* WHAT THE EXERCISE ASKS: Here is the task for the records below: repeat exactly the lines from the one with "if (ctx.value[key] !== undefined)" to the one with "if (worst === undefined)", both included, and nothing else.

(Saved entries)

◆ ◆ ◆ ◆ ◆ ◆ ◆

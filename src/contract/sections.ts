import { SECTION_KEYS } from './frame.ts';
import { z } from './zod.ts';

/** A study's sections with their lines of fact, as they stand at a revision. */
export const StudySections = z
  .object({
    revision: z.int(),
    savedAt: z.iso.datetime(),
    sections: z.array(
      z.object({
        key: z.enum(SECTION_KEYS),
        name: z.string(),
        href: z.string(),
        fact: z.string(),
        outstanding: z.boolean(),
      }),
    ),
  })
  .meta({ id: 'StudySections' });
export type StudySections = z.infer<typeof StudySections>;
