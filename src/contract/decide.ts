import { areKnots, MOST_KNOTS } from '#core/decision/shape.ts';
import { levelledOf } from './value-function.ts';
import { z } from './zod.ts';

export const MOST_CRITERIA = 100;
export const MOST_ALTERNATIVES = 2_000;
export const MOST_SAMPLES = 1_000_000;
/** Samples × alternatives × criteria of one call. */
export const MOST_DRAWN = 500_000_000;
export const DEFAULT_SAMPLES = 10_000;
const WEIGHT_SUM_TOLERANCE = 1e-9;
/** Beyond this differences of figures overflow. */
const GREATEST = 1e300;

const Code = z.string().min(1).max(40).meta({ description: '1 to 40 characters, unique in its list' });
const Figure = z
  .number()
  .min(-GREATEST, 'A figure lies between −1e300 and 1e300.')
  .max(GREATEST, 'A figure lies between −1e300 and 1e300.');

type Complain = (path: PropertyKey[], message: string) => void;

const complainTo =
  (ctx: z.core.ParsePayload): Complain =>
  (path, message) => {
    ctx.issues.push({ code: 'custom', input: ctx.value, path, message });
  };

const decideCriterion = z.strictObject({
  code: Code,
  worst: Figure.optional().meta({ description: 'The level of value 0, in the unit of the figures' }),
  best: Figure.optional().meta({ description: 'The level of value 1; worst and best go together' }),
  curvature: z
    .number()
    .min(-1000, 'A curvature lies between −1,000 and 1,000.')
    .max(1000, 'A curvature lies between −1,000 and 1,000.')
    .optional()
    .meta({ description: 'c of (1 − e^(−c s))/(1 − e^(−c)); left out or 0: straight' }),
  points: z
    .array(z.tuple([Figure, z.number()]))
    .max(MOST_KNOTS, `A value function has up to ${MOST_KNOTS} points.`)
    .optional()
    .meta({
      description:
        'In place of worst, best and curvature: two to five [figure, value], straight between; the figures all rise or all fall, the values run from 0 at one end to 1 at the other and never turn',
    }),
});

function checkPoints(ctx: z.core.ParsePayload<z.infer<typeof decideCriterion>>, complain: Complain): void {
  for (const key of ['worst', 'best', 'curvature'] as const) {
    if (ctx.value[key] !== undefined) complain([key], 'Points stand in place of this.');
  }
  const { shape } = levelledOf(ctx.value);
  if (shape.kind === 'piecewise' && !areKnots(shape.knots))
    complain(
      ['points'],
      'Figures all rise or all fall; values run from 0 at one end to 1 at the other and never turn.',
    );
}

/** A criterion with its value function: worst and best, bent by a curvature if there is one, or points. */
export const DecideCriterion = decideCriterion
  .check((ctx) => {
    const complain = complainTo(ctx);
    const { worst, best, points } = ctx.value;
    if (points) return checkPoints(ctx, complain);
    if (worst === undefined) complain(['worst'], 'This is needed, or points.');
    if (best === undefined) complain(['best'], 'This is needed, or points.');
    if (worst !== undefined && best !== undefined && worst / 2 === best / 2)
      complain(['best'], 'The best level differs from the worst.');
  })
  .meta({ id: 'DecideCriterion' });
export type DecideCriterion = z.infer<typeof DecideCriterion>;

const UncertainFigure = z
  .strictObject({ low: Figure, likely: Figure, high: Figure })
  .refine(({ low, likely, high }) => low <= likely && likely <= high, {
    error: 'Low is at most likely, and likely at most high.',
  })
  .meta({ id: 'UncertainFigure' });

/** A number, or what is known of it. */
export const DecideFigure = z.union([Figure, UncertainFigure], {
  error: 'A number, or low, likely and high in rising order.',
});
export type DecideFigure = z.infer<typeof DecideFigure>;

export const DecideAlternative = z
  .strictObject({
    code: Code,
    figures: z
      .record(z.string(), DecideFigure)
      .meta({ description: 'By criterion, one for each; likely counts where one figure is wanted' }),
  })
  .meta({ id: 'DecideAlternative' });
export type DecideAlternative = z.infer<typeof DecideAlternative>;

const WeightModel = z.union(
  [
    z.literal('simplex'),
    z.strictObject({
      band: z.number().min(0, 'A band lies between 0 and 1.').max(1, 'A band lies between 0 and 1.'),
    }),
    z.strictObject({ order: z.array(Code) }),
  ],
  { error: '"simplex", { "band": 0 to 1 } or { "order": [every criterion] }.' },
);

const AcceptabilityInput = z
  .strictObject({
    samples: z
      .int()
      .min(1, 'A sample is needed.')
      .max(MOST_SAMPLES, `Up to ${MOST_SAMPLES.toLocaleString('en')} samples.`)
      .default(DEFAULT_SAMPLES),
    seed: z.int().min(0, 'A seed is a whole number from 0.').meta({
      description: 'The same seed gives the same answer to the last digit, on any machine',
    }),
    weights: WeightModel.meta({
      description:
        'Weights uniform on the whole simplex; within ± a share of each weight; or falling along an order of all criteria',
    }),
  })
  .meta({ id: 'AcceptabilityInput' });

const decideObject = z.strictObject({
  criteria: z
    .array(DecideCriterion)
    .min(1, 'A criterion is needed.')
    .max(MOST_CRITERIA, `Up to ${MOST_CRITERIA} criteria.`),
  weights: z
    .record(z.string(), z.number().min(0, 'A weight is not negative.'))
    .meta({ description: 'By criterion, one for each, summing to 1' }),
  alternatives: z
    .array(DecideAlternative)
    .min(1, 'An alternative is needed.')
    .max(MOST_ALTERNATIVES, `Up to ${MOST_ALTERNATIVES.toLocaleString('en')} alternatives.`),
  acceptability: AcceptabilityInput.optional(),
});
type DecideObject = z.infer<typeof decideObject>;

function checkUnique(list: readonly { code: string }[], key: string, complain: Complain): void {
  const seen = new Set<string>();
  list.forEach(({ code }, at) => {
    if (seen.size === seen.add(code).size) complain([key, at, 'code'], 'A code appears once in its list.');
  });
}

/** A record has a key for every criterion and no other. */
function checkKeys(
  codes: ReadonlySet<string>,
  record: Readonly<Record<string, unknown>>,
  path: PropertyKey[],
  complain: Complain,
): void {
  for (const code of codes) {
    if (!Object.hasOwn(record, code)) complain([...path, code], 'This is needed.');
  }
  for (const key of Object.keys(record)) {
    if (!codes.has(key)) complain([...path, key], 'There is no such criterion.');
  }
}

function checkAcceptability(
  { criteria, alternatives, acceptability }: DecideObject,
  complain: Complain,
): void {
  if (!acceptability) return;
  const { samples, weights } = acceptability;
  if (samples * alternatives.length * criteria.length > MOST_DRAWN)
    complain(
      ['acceptability', 'samples'],
      `A call draws up to ${MOST_DRAWN.toLocaleString('en')} figures: samples × alternatives × criteria.`,
    );
  if (typeof weights === 'string' || 'band' in weights) return;
  const codes = new Set(criteria.map(({ code }) => code));
  const named = new Set(weights.order);
  if (
    named.size !== codes.size ||
    weights.order.length !== codes.size ||
    weights.order.some((c) => !codes.has(c))
  )
    complain(['acceptability', 'weights', 'order'], 'The order names every criterion once.');
}

/** POST /api/v1/decide: criteria, weights and alternatives in. */
export const DecideInput = decideObject
  .check((ctx) => {
    const { criteria, weights, alternatives } = ctx.value;
    const complain = complainTo(ctx);
    checkUnique(criteria, 'criteria', complain);
    checkUnique(alternatives, 'alternatives', complain);
    const codes = new Set(criteria.map(({ code }) => code));
    checkKeys(codes, weights, ['weights'], complain);
    const sum = Object.values(weights).reduce((total, w) => total + w, 0);
    if (Math.abs(sum - 1) > WEIGHT_SUM_TOLERANCE) complain(['weights'], `Weights sum to 1, these to ${sum}.`);
    alternatives.forEach(({ figures }, at) =>
      checkKeys(codes, figures, ['alternatives', at, 'figures'], complain),
    );
    checkAcceptability(ctx.value, complain);
  })
  .meta({ id: 'DecideInput' });
export type DecideInput = z.infer<typeof DecideInput>;

const byCriterion = z.record(z.string(), z.number());
const byAlternative = <T extends z.ZodType>(entry: T) => z.record(z.string(), entry);
const Change = z
  .strictObject({ weight: z.number(), leader: z.string() })
  .meta({ id: 'LeadChange', description: 'The weight at which the lead changes, and to whom' });

/** The answer of a decision; alternatives in `ranking` and `topsis` stand best first. */
export const DecideOutput = z
  .strictObject({
    ranking: z.array(
      z.strictObject({ code: z.string(), rank: z.int(), value: z.number(), terms: byCriterion }),
    ),
    topsis: z.array(z.strictObject({ code: z.string(), closeness: z.number() })).nullable(),
    dominatedBy: byAlternative(z.array(z.string())).nullable(),
    leaderChange: z
      .array(z.strictObject({ criterion: z.string(), below: Change.nullable(), above: Change.nullable() }))
      .nullable(),
    acceptability: z
      .strictObject({
        shares: byAlternative(z.array(z.number())).meta({ description: 'Share of draws at rank 1, 2, …' }),
        centralWeights: byAlternative(byCriterion.nullable()),
        confidence: byAlternative(z.number().nullable()),
      })
      .nullable()
      .meta({ description: 'Null where it was not asked for' }),
  })
  .meta({
    id: 'DecideOutput',
    description: 'Parts that compare alternatives are null where there is only one',
  });
export type DecideOutput = z.infer<typeof DecideOutput>;
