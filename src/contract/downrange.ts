import { PLACE_DENSITY_PER_KM2 } from '#core/downrange/index.ts';
import { CasualtyAreasMi2, CorridorOutput, VehicleClass } from './corridor.ts';
import { LONGEST_KM, SHORTEST_KM } from './downrange-range.ts';
import { LatitudeDeg, LongitudeDeg } from './geography.ts';
import { z } from './zod.ts';

/** More settlements than this are counted, not listed. */
export const MOST_SETTLEMENTS = 2000;
export const MOST_PLACES = 1000;
export const MOST_OTHER_SITES = 50;

const bounded = (least: number, most: number, what: string) =>
  z.coerce
    .number(`${what} is a number.`)
    .min(least, `${what} lies between ${least} and ${most}.`)
    .max(most, `${what} lies between ${least} and ${most}.`);

const site = { siteId: z.uuid('Name a site of the study.') };

const people = {
  spreadPeople: z.enum(['true', 'false']).default('true').meta({
    description: 'Whether people beyond the listed settlements are spread over the land: an assumption',
  }),
  placeDensityPerKm2: bounded(1, 100_000, 'A density')
    .default(PLACE_DENSITY_PER_KM2)
    .meta({ description: 'People to the square kilometre within a settlement: an assumption' }),
};

const launch = {
  ...site,
  ...people,
  vehicleClass: VehicleClass.optional().meta({
    description: 'Without one, the class of the study’s vehicle by its payload',
  }),
  rangeKm: bounded(SHORTEST_KM, LONGEST_KM, 'A range').default(LONGEST_KM),
};

export const FanQuery = z.object(launch);
export type FanQuery = z.infer<typeof FanQuery>;

export const SurroundingsQuery = z.object({ ...site, ...people });
export type SurroundingsQuery = z.infer<typeof SurroundingsQuery>;

export const StudyCorridorQuery = z.object({
  ...launch,
  azimuthDeg: bounded(0, 360, 'An azimuth'),
  casualtyAreasMi2: z
    .string()
    .transform((text) => text.split(',').map(Number))
    .pipe(CasualtyAreasMi2)
    .optional()
    .meta({ description: 'Three areas with commas between, square statute miles; see CorridorInput' }),
});
export type StudyCorridorQuery = z.infer<typeof StudyCorridorQuery>;

/** What stands beside every figure: where it comes from, and what it is not. */
const caveats = {
  regulation: z.string(),
  cautions: z.array(z.string()),
  attributions: z.array(z.string()),
};

export const FanSpoke = z.strictObject({
  azimuthDeg: z.int(),
  coastKm: z
    .number()
    .nullable()
    .meta({ description: 'Over the launch point’s own land; null where the line never leaves it' }),
  firstLandKm: z
    .number()
    .nullable()
    .meta({ description: 'The first land after that; null where none was found within the range' }),
  firstLandName: z.string().nullable(),
  people: z.int().meta({ description: 'Of the listed settlements in the corridor' }),
  settlements: z.int(),
  settlementsWithoutFigure: z.int().meta({ description: 'Of these: their people are unknown, not none' }),
  spreadPeople: z.number().nullable(),
  unknownPeopleLandKm2: z.number().nullable(),
  excludedPeople: z.int().meta({ description: 'Of the settlements in the overflight exclusion zone' }),
  excludedSettlements: z.int(),
});
export type FanSpoke = z.infer<typeof FanSpoke>;

export const StudyFan = z
  .strictObject({
    siteId: z.uuid(),
    vehicleClass: VehicleClass,
    rangeKm: z.number(),
    spokes: z.array(FanSpoke).meta({ description: 'Every whole degree from 0 to 359' }),
    ...caveats,
  })
  .meta({ id: 'StudyFan', description: 'Screening only' });
export type StudyFan = z.infer<typeof StudyFan>;

const Place = {
  name: z.string(),
  countryCode: z.string(),
  people: z.int().meta({ description: '0 where the gazetteer has no figure: unknown, not none' }),
  latitudeDeg: LatitudeDeg,
  longitudeDeg: LongitudeDeg,
};

export const SettlementInside = z.strictObject({
  ...Place,
  downrangeKm: z.number(),
  crossrangeKm: z.number().meta({ description: 'Positive to the right of the flight line' }),
  excluded: z.boolean().meta({ description: 'In the overflight exclusion zone' }),
});
export type SettlementInside = z.infer<typeof SettlementInside>;

export const StudyCorridor = z
  .strictObject({
    siteId: z.uuid(),
    corridor: CorridorOutput,
    settlements: z
      .array(SettlementInside)
      .meta({ description: `Inside, most people first, at most ${MOST_SETTLEMENTS}` }),
    total: z.int(),
  })
  .meta({ id: 'StudyCorridor', description: 'Screening only' });
export type StudyCorridor = z.infer<typeof StudyCorridor>;

export const NearPlace = z.strictObject({ ...Place, distanceKm: z.number(), azimuthDeg: z.number() });
export type NearPlace = z.infer<typeof NearPlace>;

export const StudySurroundings = z
  .strictObject({
    siteId: z.uuid(),
    within: z.array(
      z.strictObject({
        radiusKm: z.number(),
        settlements: z.int(),
        settlementsWithoutFigure: z.int(),
        people: z.int(),
        spreadPeople: z.number().nullable(),
        unknownPeopleLandKm2: z.number().nullable(),
      }),
    ),
    nearest: z.array(z.strictObject({ leastPeople: z.int(), place: NearPlace.nullable() })),
    onLand: z.boolean(),
    coast: z
      .strictObject({ distanceKm: z.number(), latitudeDeg: LatitudeDeg, longitudeDeg: LongitudeDeg })
      .nullable(),
    places: z
      .array(NearPlace)
      .meta({ description: `Settlements within 100 km, nearest first, at most ${MOST_PLACES}` }),
    otherSites: z
      .array(
        z.strictObject({
          siteId: z.uuid(),
          code: z.string(),
          name: z.string(),
          distanceKm: z.number(),
          azimuthDeg: z.number(),
        }),
      )
      .meta({ description: `The study’s other sites, nearest first, at most ${MOST_OTHER_SITES}` }),
    ...caveats,
  })
  .meta({ id: 'StudySurroundings', description: 'Screening only' });
export type StudySurroundings = z.infer<typeof StudySurroundings>;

◆ ◆ ◆ ◆ ◆ ◆ ◆

* ANSWER BOX:
    if (ctx.value[key] !== undefined) complain([key], 'Points stand in place of this.');
  }
  const { shape } = levelledOf(ctx.value);
  if (shape.kind === 'piecewise' && !areKnots(shape.knots))
    complain(
      ['points'],
      'Figures all rise or all fall; values run from 0 at one end to 1 at the other and never turn.',
    );
}

/** A criterion with its value function: worst and best, bent by a curvature if there is one, or points. */
export const DecideCriterion = decideCriterion
  .check((ctx) => {
    const complain = complainTo(ctx);
    const { worst, best, points } = ctx.value;
    if (points) return checkPoints(ctx, complain);
    if (worst === undefined) complain(['worst'], 'This is needed, or points.');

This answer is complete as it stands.